Cecil Airport has a long and proud history of service to the nation.  In early 1941, when it appeared likely that the United States would be involved in World War II, flight training at NAS Jacksonville increased tremendously.  It soon became apparent that additional facilities would be required to train this influx of student pilots, so in June of that year, the Navy purchased 2,600 acres in southwestern Duval County for $16,851.  Construction of a new air facility progressed rapidly, and within six months, flight operations began, partially easing the heavy flight training schedule at NAS Jacksonville.  In February 1943, the field was commissioned as the U.S. Naval Auxiliary Air Station (NAAS) Cecil Field, in honor of Commander Henry Barton Cecil, USN, who died in the crash of the dirigible Akron in 1933.

NAS Cecil Field operated at full capacity during the war years but was reduced to a caretaker status when the war ended.  It remained in this status until November 1948, when it was selected as the home base for two carrier air groups, consisting of approximately 200 aircraft.  In January 1949, Carrier Air Group 17 arrived at Cecil Field with the only jet squadron on the east coast.  One month later, Carrier Air Group One and Fleet Aircraft Service Squadron Nine reported, and NAAS Cecil Field once again became fully operational.

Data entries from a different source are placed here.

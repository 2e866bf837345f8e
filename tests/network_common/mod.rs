//! Builders shared by the network tests: a fluid, a pipe run of one segment, a
//! quadratic pump curve, and a network from the reference JSON.
#![allow(dead_code)]

use std::sync::Arc;

use dutyline::analysis::network::{
    Element, Equipment, HeadCurve, Link, Network, Node, NodeKind, PipeRun, PumpSet, Valve,
};
use dutyline::analysis::{FluidState, SegmentState};
use dutyline::model::Side;

/// Water-like fluid with the given density (kg/m³) and viscosity (Pa·s).
pub fn fluid(density: f64, viscosity: f64) -> FluidState {
    FluidState {
        name: "water".into(),
        temperature_k: Some(293.15),
        density,
        viscosity,
        vapor_pressure: dutyline::hydraulics::heads::AbsolutePressure::new(2339.0),
        source: "test".into(),
    }
}

/// One Darcy-Weisbach segment (m, m, m) with a stated constant K.
pub fn segment(length: f64, diameter: f64, roughness: f64, k: f64) -> SegmentState {
    SegmentState {
        line: "test".into(),
        side: Side::Discharge,
        index: 0,
        material: "steel",
        size_label: format!("bore {diameter} m"),
        diameter_source: "test".into(),
        length,
        inner_diameter: diameter,
        area: std::f64::consts::PI * diameter * diameter / 4.0,
        roughness,
        roughness_source: "test".into(),
        hazen_williams_c: None,
        fittings: Vec::new(),
        k_constant: k,
        k_laminar_sum: 0.0,
        k_fixed_sum: 0.0,
        equivalent_length: 0.0,
        per_pump: false,
    }
}

/// A pipe-run element of one segment.
pub fn pipe(length: f64, diameter: f64, roughness: f64, k: f64) -> Element {
    Element::Pipe(PipeRun {
        segments: vec![segment(length, diameter, roughness, k)],
    })
}

/// H = h0 − a·Q·|Q| per pump (m, s²/m⁵), published to `max_flow` m³/s.
#[derive(Debug)]
pub struct Quadratic {
    pub h0: f64,
    pub a: f64,
    pub max_flow: f64,
}

impl HeadCurve for Quadratic {
    fn head(&self, q: f64) -> f64 {
        self.h0 - self.a * q * q.abs()
    }
    fn slope(&self, q: f64) -> f64 {
        -2.0 * self.a * q.abs()
    }
    fn max_flow(&self) -> f64 {
        self.max_flow
    }
}

/// A pump set of `parallel` quadratic pumps.
pub fn pumps(h0: f64, a: f64, parallel: u32) -> Element {
    Element::Pump(PumpSet {
        curve: Arc::new(Quadratic {
            h0,
            a,
            max_flow: 1.0,
        }),
        parallel,
        series: 1,
    })
}

/// A fixed-head node.
pub fn tank(name: &str, level: f64) -> Node {
    Node {
        name: name.into(),
        kind: NodeKind::FixedHead {
            level,
            surface_pressure: 0.0,
        },
        elevation: level,
        required_pressure: None,
        word: "tank",
    }
}

/// A junction with a demand (m³/s).
pub fn junction(name: &str, elevation: f64, demand: f64) -> Node {
    Node {
        name: name.into(),
        kind: NodeKind::Junction { demand },
        elevation,
        required_pressure: None,
        word: "junction",
    }
}

/// A link by node names.
pub fn link(net_nodes: &[Node], name: &str, from: &str, to: &str, element: Element) -> Link {
    let at = |n: &str| net_nodes.iter().position(|x| x.name == n).expect(n);
    Link {
        name: name.into(),
        from: at(from),
        to: at(to),
        element,
        check: false,
    }
}

/// Build a network of the reference JSON (tests/reference/network_scipy.json).
pub fn from_reference(v: &serde_json::Value) -> Network {
    let f = &v["fluid"];
    let fl = fluid(
        f["density"].as_f64().unwrap(),
        f["viscosity"].as_f64().unwrap(),
    );
    let nodes: Vec<Node> = v["nodes"]
        .as_array()
        .unwrap()
        .iter()
        .map(|n| {
            let name = n["name"].as_str().unwrap();
            match n["fixed_head_m"].as_f64() {
                Some(h) => tank(name, h),
                None => junction(
                    name,
                    n["elevation_m"].as_f64().unwrap(),
                    n["demand_m3_s"].as_f64().unwrap(),
                ),
            }
        })
        .collect();
    let links = v["links"]
        .as_array()
        .unwrap()
        .iter()
        .map(|l| {
            let num = |k: &str| l[k].as_f64().unwrap();
            let element = match l["kind"].as_str().unwrap() {
                "pipe" => pipe(
                    num("length_m"),
                    num("diameter_m"),
                    num("roughness_m"),
                    num("k"),
                ),
                "pump" => pumps(
                    num("shutoff_m"),
                    num("curve_m_s2_m6"),
                    l["parallel"].as_u64().unwrap() as u32,
                ),
                "valve" => Element::Valve(Valve {
                    kvs: num("kv"),
                    characteristic: dutyline::analysis::network::Characteristic::Linear,
                    opening: 1.0,
                    control: false,
                }),
                "equipment" => Element::Equipment(Equipment {
                    rated_drop: num("rated_drop_pa"),
                    rated_flow: num("rated_flow_m3_s"),
                    exponent: num("exponent"),
                }),
                other => panic!("unknown kind {other}"),
            };
            link(
                &nodes,
                l["name"].as_str().unwrap(),
                l["from"].as_str().unwrap(),
                l["to"].as_str().unwrap(),
                element,
            )
        })
        .collect();
    Network {
        fluid: fl,
        nodes,
        links,
    }
}

/// A w × h looped grid of Colebrook pipes (every 7th link a valve) with a demand at
/// every junction, fed at `feeds` corners from tanks: about 2wh links.
pub fn grid(w: usize, h: usize, feeds: usize) -> Network {
    let mut nodes = Vec::new();
    for r in 0..h {
        for c in 0..w {
            let z = 5.0 * ((r * 7 + c * 3) % 11) as f64 / 11.0;
            nodes.push(junction(&format!("J{r}_{c}"), z, 2.0e-4));
        }
    }
    let corners = [0, w - 1, w * h - 1, w * (h - 1)];
    for (t, _) in corners.iter().enumerate().take(feeds) {
        nodes.push(tank(&format!("T{t}"), 60.0 + 5.0 * t as f64));
    }
    let mut links = Vec::new();
    let mut k = 0usize;
    let mut add = |a: usize, b: usize, links: &mut Vec<Link>| {
        let element = if k % 7 == 3 {
            Element::Valve(Valve {
                kvs: 150.0,
                characteristic: dutyline::analysis::network::Characteristic::Linear,
                opening: 0.8,
                control: false,
            })
        } else {
            pipe(
                100.0 + (k % 13) as f64 * 20.0,
                0.15 + 0.05 * (k % 3) as f64,
                4.5e-5,
                1.2,
            )
        };
        links.push(Link {
            name: format!("L{k}"),
            from: a,
            to: b,
            element,
            check: false,
        });
        k += 1;
    };
    for r in 0..h {
        for c in 0..w {
            let i = r * w + c;
            if c + 1 < w {
                add(i, i + 1, &mut links);
            }
            if r + 1 < h {
                add(i, i + w, &mut links);
            }
        }
    }
    for (t, &corner) in corners.iter().enumerate().take(feeds) {
        add(w * h + t, corner, &mut links);
    }
    let mut d = 0;
    while links.len() < 2000 && d + w + 1 < w * h {
        add(d, d + w + 1, &mut links); // diagonals until 2 000 links
        d += 37;
    }
    Network {
        fluid: fluid(998.2, 1.0e-3),
        nodes,
        links,
    }
}

/// The networks `tests/reference/gen_network.py` solved by scipy's root finder with
/// fluids' friction factors (`tests/reference/network_scipy.json`).
pub fn reference() -> serde_json::Value {
    serde_json::from_str(include_str!("../reference/network_scipy.json")).unwrap()
}

/// The reference's well field named `name`.
pub fn well_field(name: &str) -> serde_json::Value {
    reference()["well_fields"]
        .as_array()
        .unwrap()
        .iter()
        .find(|f| f["name"] == name)
        .unwrap()
        .clone()
}
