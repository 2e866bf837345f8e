//! The calculation package: a deterministic PDF built from an analysis.
//! `layout` is the page-layout layer (text, tables, charts, PDF output);
//! `sections` writes the package's content on top of it.

pub mod layout;
pub mod sections;

use crate::analysis::Analysis;
use crate::model::Design;
use layout::style::Style;

/// Choose the style: the command line's, else the design's, else by report units
/// (letter for US customary, A4 for SI). A name is a built-in style; anything else is
/// the text of a style file the caller has read.
pub fn builtin_style_for(design: &Design) -> &'static str {
    match design.project.units {
        crate::model::ReportUnits::Us => "letter",
        crate::model::ReportUnits::Si => "a4",
    }
}

/// Render the calculation package to PDF bytes.
pub fn render_pdf(
    design: &Design,
    analysis: &Analysis,
    source: &str,
    style: &Style,
    changes: Option<&sections::Changes>,
) -> Result<Vec<u8>, String> {
    let sha = crate::results::sha256_hex(source);
    let doc = sections::document(design, analysis, source, &sha, changes);
    layout::render(&doc, style).map_err(|e| e.to_string())
}
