fn design_basis(b: &mut Vec<Block>, d: &Design, a: &Analysis, u: &Units) {
    b.push(Block::heading(1, "Design basis"));
    b.push(Block::heading(2, "Fluid and site"));
    let rows: Vec<Vec<String>> = a
        .cases
        .iter()
        .filter_map(|c| c.system.as_ref().map(|s| (c, s)))
        .map(|(c, s)| {
            vec![
                c.name.clone(),
                s.fluid.name.clone(),
                s.fluid
                    .temperature_k
                    .map(|t| u.temperature().fmt(t))
                    .unwrap_or_else(|| "—".into()),
                u.density().fmt(s.fluid.density),
                u.viscosity().fmt(s.fluid.viscosity),
                u.pressure().fmt(s.fluid.vapor_pressure),
                u.pressure().fmt(s.barometric_pa),
            ]
        })
        .collect();
    b.push(Block::Table {
        columns: vec![
            Column::new("Case", 0.16, Align::Left),
            Column::new("Fluid", 0.14, Align::Left),
            Column::new("Temperature", 0.13, Align::Right),
            Column::new("Density", 0.15, Align::Right),
            Column::new("Viscosity", 0.13, Align::Right),
            Column::new("Vapour pressure", 0.14, Align::Right),
            Column::new("Barometric", 0.15, Align::Right),
        ],
        rows,
        caption: Some("Fluid properties and barometric pressure per case".into()),
    });
    if let Some(s) = a.cases.iter().find_map(|c| c.system.as_ref()) {
        b.push(Block::KeyValue(vec![
            ("Fluid properties".into(), s.fluid.source.clone()),
            ("Barometric pressure".into(), s.barometric_source.clone()),
            (
                "Site elevation".into(),
                u.elevation()
                    .fmt(d.base.site.elevation.get::<uom::si::length::meter>()),
            ),
        ]));
    }
    b.push(Block::heading(2, "Levels and static head"));
    b.push(Block::Table {
        columns: vec![
            Column::new("Case", 0.16, Align::Left),
            Column::new(format!("Source {}", d.base.source.name), 0.17, Align::Right),
            Column::new(
                format!("Destination {}", d.base.destination.name),
                0.19,
                Align::Right,
            ),
            Column::new("Pump centreline", 0.16, Align::Right),
            Column::new("Surface pressures (gauge)", 0.18, Align::Right),
            Column::new("Static head", 0.14, Align::Right),
        ],
        rows: a
            .cases
            .iter()
            .filter_map(|c| c.system.as_ref().map(|s| (c, s)))
            .map(|(c, s)| {
                vec![
                    c.name.clone(),
                    u.elevation().fmt(s.source_level),
                    u.elevation().fmt(s.destination_level),
                    u.elevation().fmt(s.centreline),
                    format!(
                        "{} / {}",
                        u.pressure().fmt(s.source_abs_pa - s.barometric_pa),
                        u.pressure().fmt(s.destination_abs_pa - s.barometric_pa)
                    ),
                    u.head().fmt(s.static_head),
                ]
            })
            .collect(),
        caption: None,
    });
    b.push(Block::heading(2, "Pipe segments"));
    if let Some((c, s)) = a
        .cases
        .iter()
        .find_map(|c| c.system.as_ref().map(|s| (c, s)))
    {
        b.push(Block::Table {
            columns: vec![
                Column::new("Line / seg.", 0.14, Align::Left),
                Column::new("Material and size", 0.22, Align::Left),
                Column::new("Inner diameter", 0.12, Align::Right),
                Column::new("Length", 0.10, Align::Right),
                Column::new("Roughness or C", 0.12, Align::Right),
                Column::new("Sources", 0.30, Align::Left),
            ],
            rows: s
                .segments
                .iter()
                .map(|g| {
                    vec![
                        format!("{} {}", g.line, g.index + 1),
                        format!("{} {}", g.material, g.size_label),
                        u.diameter().fmt(g.inner_diameter),
                        u.length().fmt(g.length),
                        g.hazen_williams_c
                            .map(|c| format!("C = {c}"))
                            .unwrap_or_else(|| u.roughness().fmt(g.roughness)),
                        format!(
                            "diameter: {}; roughness: {}",
                            g.diameter_source, g.roughness_source
                        ),
                    ]
                })
                .collect(),
            caption: Some(format!(
                "Segments as in case {} (roughness follows each case's pipe condition)",
                c.name
            )),
        });
        let q = c.pumps.iter().find_map(|p| p.duty.as_ref().map(|d| d.flow));
        let mut rows = Vec::new();
        for g in &s.segments {
            let re = q.map(|q| s.reynolds(g, q)).unwrap_or(1e5);
            for f in &g.fittings {
                rows.push(vec![
                    format!("{} {}", g.line, g.index + 1),
                    f.spec.name.to_string(),
                    f.count.to_string(),
                    format!(
                        "{:.3}",
                        crate::analysis::system::k_of(f, re, g.inner_diameter)
                    ),
                    f.spec.source.to_string(),
                ]);
            }
        }
        for line in &d.base.lines {
            for (i, seg) in line.segments.iter().enumerate() {
                for l in &seg.losses {
                    let what = match (l.k, l.equivalent_length) {
                        (Some(k), _) => format!("K {k:.3}"),
                        (_, Some(le)) => {
                            format!("L = {}", u.length().fmt(le.get::<uom::si::length::meter>()))
                        }
                        _ => "—".into(),
                    };
                    rows.push(vec![
                        format!("{} {}", line.name, i + 1),
                        "loss".into(),
                        "1".into(),
                        what,
                        format!("given: {}", l.why),
                    ]);
                }
            }
        }
        b.push(Block::heading(2, "Fittings and other losses"));
        b.push(Block::Table {
            columns: vec![
                Column::new("Line / seg.", 0.13, Align::Left),
                Column::new("Fitting", 0.20, Align::Left),
                Column::new("Count", 0.07, Align::Right),
                Column::new("K each", 0.10, Align::Right),
                Column::new("Source of K", 0.50, Align::Left),
            ],
            rows,
            caption: Some(match q {
                Some(q) => format!("K values at the first duty flow of case {} ({}); Reynolds-dependent K change with flow", c.name, u.flow().fmt(q)),
                None => "K values at Re = 10⁵".into(),
            }),
        });
    }
    b.push(Block::heading(2, "Cases"));
    b.push(Block::Table {
        columns: vec![
            Column::new("Case", 0.2, Align::Left),
            Column::new("Hours per year", 0.16, Align::Right),
            Column::new("Overrides of the base design", 0.64, Align::Left),
        ],
        rows: a
            .cases
            .iter()
            .map(|c| {
                vec![
                    c.name.clone(),
                    format!("{:.0} h", c.hours_per_year),
                    if c.overrides.is_empty() {
                        "none (base design)".into()
                    } else {
                        c.overrides.join("; ")
                    },
                ]
            })
            .collect(),
        caption: None,
    });
    b.push(Block::heading(2, "Requirements"));
    if d.requirements.is_empty() {
        b.push(Block::text("The design states no requirements; the checks use the default limits given in the Checks section."));
    } else {
        b.push(Block::Table {
            columns: vec![
                Column::new("Requirement as written", 0.7, Align::Left),
                Column::new("Applies to", 0.3, Align::Left),
            ],
            rows: d
                .requirements
                .iter()
                .map(|r| {
                    vec![
                        r.text.clone(),
                        if r.cases.is_empty() {
                            "every case".into()
                        } else {
                            r.cases.join(", ")
                        },
                    ]
                })
                .collect(),
            caption: None,
        });
    }
}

Further stimulus to the growth of the station was given when it was selected for development as a master jet base. Early in 1951, the Navy purchased an additional 2,000 acres, and by July of that year, a multimillion-dollar construction program was underway.  Four 8,000-foot runways in right-angled pairs and new buildings were constructed to serve the station's expanding population.  On June 30, 1952, NAAS Cecil Field was re-designated NAS Cecil Field.
In 1993, Naval Air Station Cecil Field was announced for closure by action of the Base Realignment and Closure Commission.  On October 1, 1999, the 6,000 acre airport portion of the former Naval Air Station Cecil Field was transferred from the U. S. Navy to the Jacksonville Port Authority, predecessor to the current owner, the Jacksonville Aviation Authority (JAA). Cecil Field has operated under the management of the JAA as a “General Aviation” airport within the FAA’s National Plan of Integrated Airport Systems since then. 

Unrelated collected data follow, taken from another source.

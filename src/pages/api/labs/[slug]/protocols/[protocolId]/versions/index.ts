import { endpoint, json, requireLab } from '../../../../../../../server/endpoint';
import { startNextVersion } from '../../../../../../../server/protocols';

/** Edit an approved protocol: the next version as a draft copy (or the draft already open). */
export const POST = endpoint(async ({ locals, params }) => {
  const { lab, user } = requireLab(locals, 'protocol.edit');
  const { version, created } = await startNextVersion(user.id, lab.id, params.protocolId!);
  return json({ version, created }, created ? 201 : 200);
});
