def _candidates(fc: dict, unit: str = "m"):
    import folium

    group = folium.FeatureGroup(name="Sweep candidates (coloured by score)")
    for f in fc["features"]:
        p = f["properties"]
        lon, lat = f["geometry"]["coordinates"]
        score = "none" if p["score"] is None else f"{p['score']:.1f}"
        rank = f"rank {p['rank']}; " if p.get("rank") is not None else ""
        text = (
            f"{rank}{html.escape(str(p['side']))} side, setback {format_length(p['setback_m'], unit, 1)}, "
            f"offset {format_length(p['offset_m'], unit, 1)}; RDH {format_length(p['rdh_m'], unit)}; "
            f"score {score}; {html.escape(p['reasons'] or 'feasible')}"
        )
        folium.CircleMarker(
            [lat, lon],
            radius=6 if p.get("best") else 3,
            color=_score_colour(p["score"]),
            fill=True,
            fill_opacity=0.9,
            weight=2 if p.get("best") else 0,
            tooltip=text,
            class_name="mastplan-candidate",
        ).add_to(group)
    return group


def _rings(geometry: dict):
    if geometry["type"] == "Polygon":
        return geometry["coordinates"]
    return [ring for poly in geometry["coordinates"] for ring in poly]


def _candidates_legend() -> str:
    """The score ramp of the sweep's candidate dots, beside the map's legend."""
    steps = "".join(
        f"<span style='display:inline-block;width:14px;height:10px;background:{_score_colour(v)}'></span>"
        for v in (0, 20, 40, 60, 80, 100)
    )
    return (
        "<div class='mastplan-score-legend' style='position:fixed;bottom:48px;left:10px;z-index:1000;"
        "background:#fff;padding:6px 8px;border:1px solid #999;border-radius:4px;font:12px sans-serif'>"
        f"<b>Sweep candidates: score (viridis)</b><br>0 {steps} 100<br>"
        f"<span style='display:inline-block;width:10px;height:10px;border-radius:5px;background:{_score_colour(None)}'>"
        "</span> infeasible; large dot: best</div>"
    )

The Jacksonville Aviation Authority, the City of Jacksonville and many other partners and stakeholders have been actively involved in the reuse and redevelopment of Cecil Airport. While there have been many successes, the dynamics within the commercial aviation and defense sectors have changed substantially over the past few years.


-  1941 - Navy opens an airfield on the westside and names it in honor of CDR Henry Barton Cecil
-  1945 -  Cecil Field closed by the Navy at the end of World War II
-  1948 - Cecil Field reopened by the Navy
-  1952 – 1999 – Cecil Field developed and operates as a U.S. Navy Master Jet Base
-  1993 – U.S. Base Realignment and Closure Commission recommends closure of NAS Cecil Field
Cecil Field Development Commission formed by Jacksonville’s Mayor Ed Austin
-  1996 – Mayor’s Commission finalizes the Cecil Field Base Reuse Plan
- 1997 – Jacksonville City council approves Cecil Field Base Reuse Plan
-  1998 – Jacksonville Port Authority Board of Directors approves the Cecil Field Strategic Airport Master Plan
-  1999 – Environmental Impact Statement for reuse of Cecil Field completed and approved
U.S. Navy holds Decommissioning and Transition Ceremony and NAS  Cecil Field is closed
Jacksonville Port Authority (JPA) accepts quitclaim deed from the Department of the Navy for the airport     parcel
-  2000 – City accepts quitclaim deed from the Department of the Navy for the Jacksonville Economic Development Commission (JEDC)  Parcel
JPA begins receiving FAA “Military Airport Program” funding for airport   projects
JEDC’s Cecil Field Operations/Business Plan complete
Better Jacksonville Plan approved including an Equestrian Center & Aquatic Center at Cecil
-  2001 – Demolition of more than one million square. feet of obsolete structures completed
Jacksonville Aviation Authority (JAA) created
-  2002 – Florida State College of Jacksonville’s Aviation Center of Excellence opens
-  2003 – Airport activity at Cecil Field exceeds 86,000 annual flight operations
-  2004 – Cecil Equestrian and Aquatic Center completed
-  2005 – New World Ave. south of Normandy Blvd. completed
Cecil Field hosts more than 1,200 flight operations associated with Super Bowl XXXIX
-  2006 – Cecil Commerce Center receives official “Megasite” development designation

 Local referendum to return Cecil to the Navy for use as a master jet base voted down
-  2007 – Cecil Field named as FDOT’s “General Aviation airport of the Year”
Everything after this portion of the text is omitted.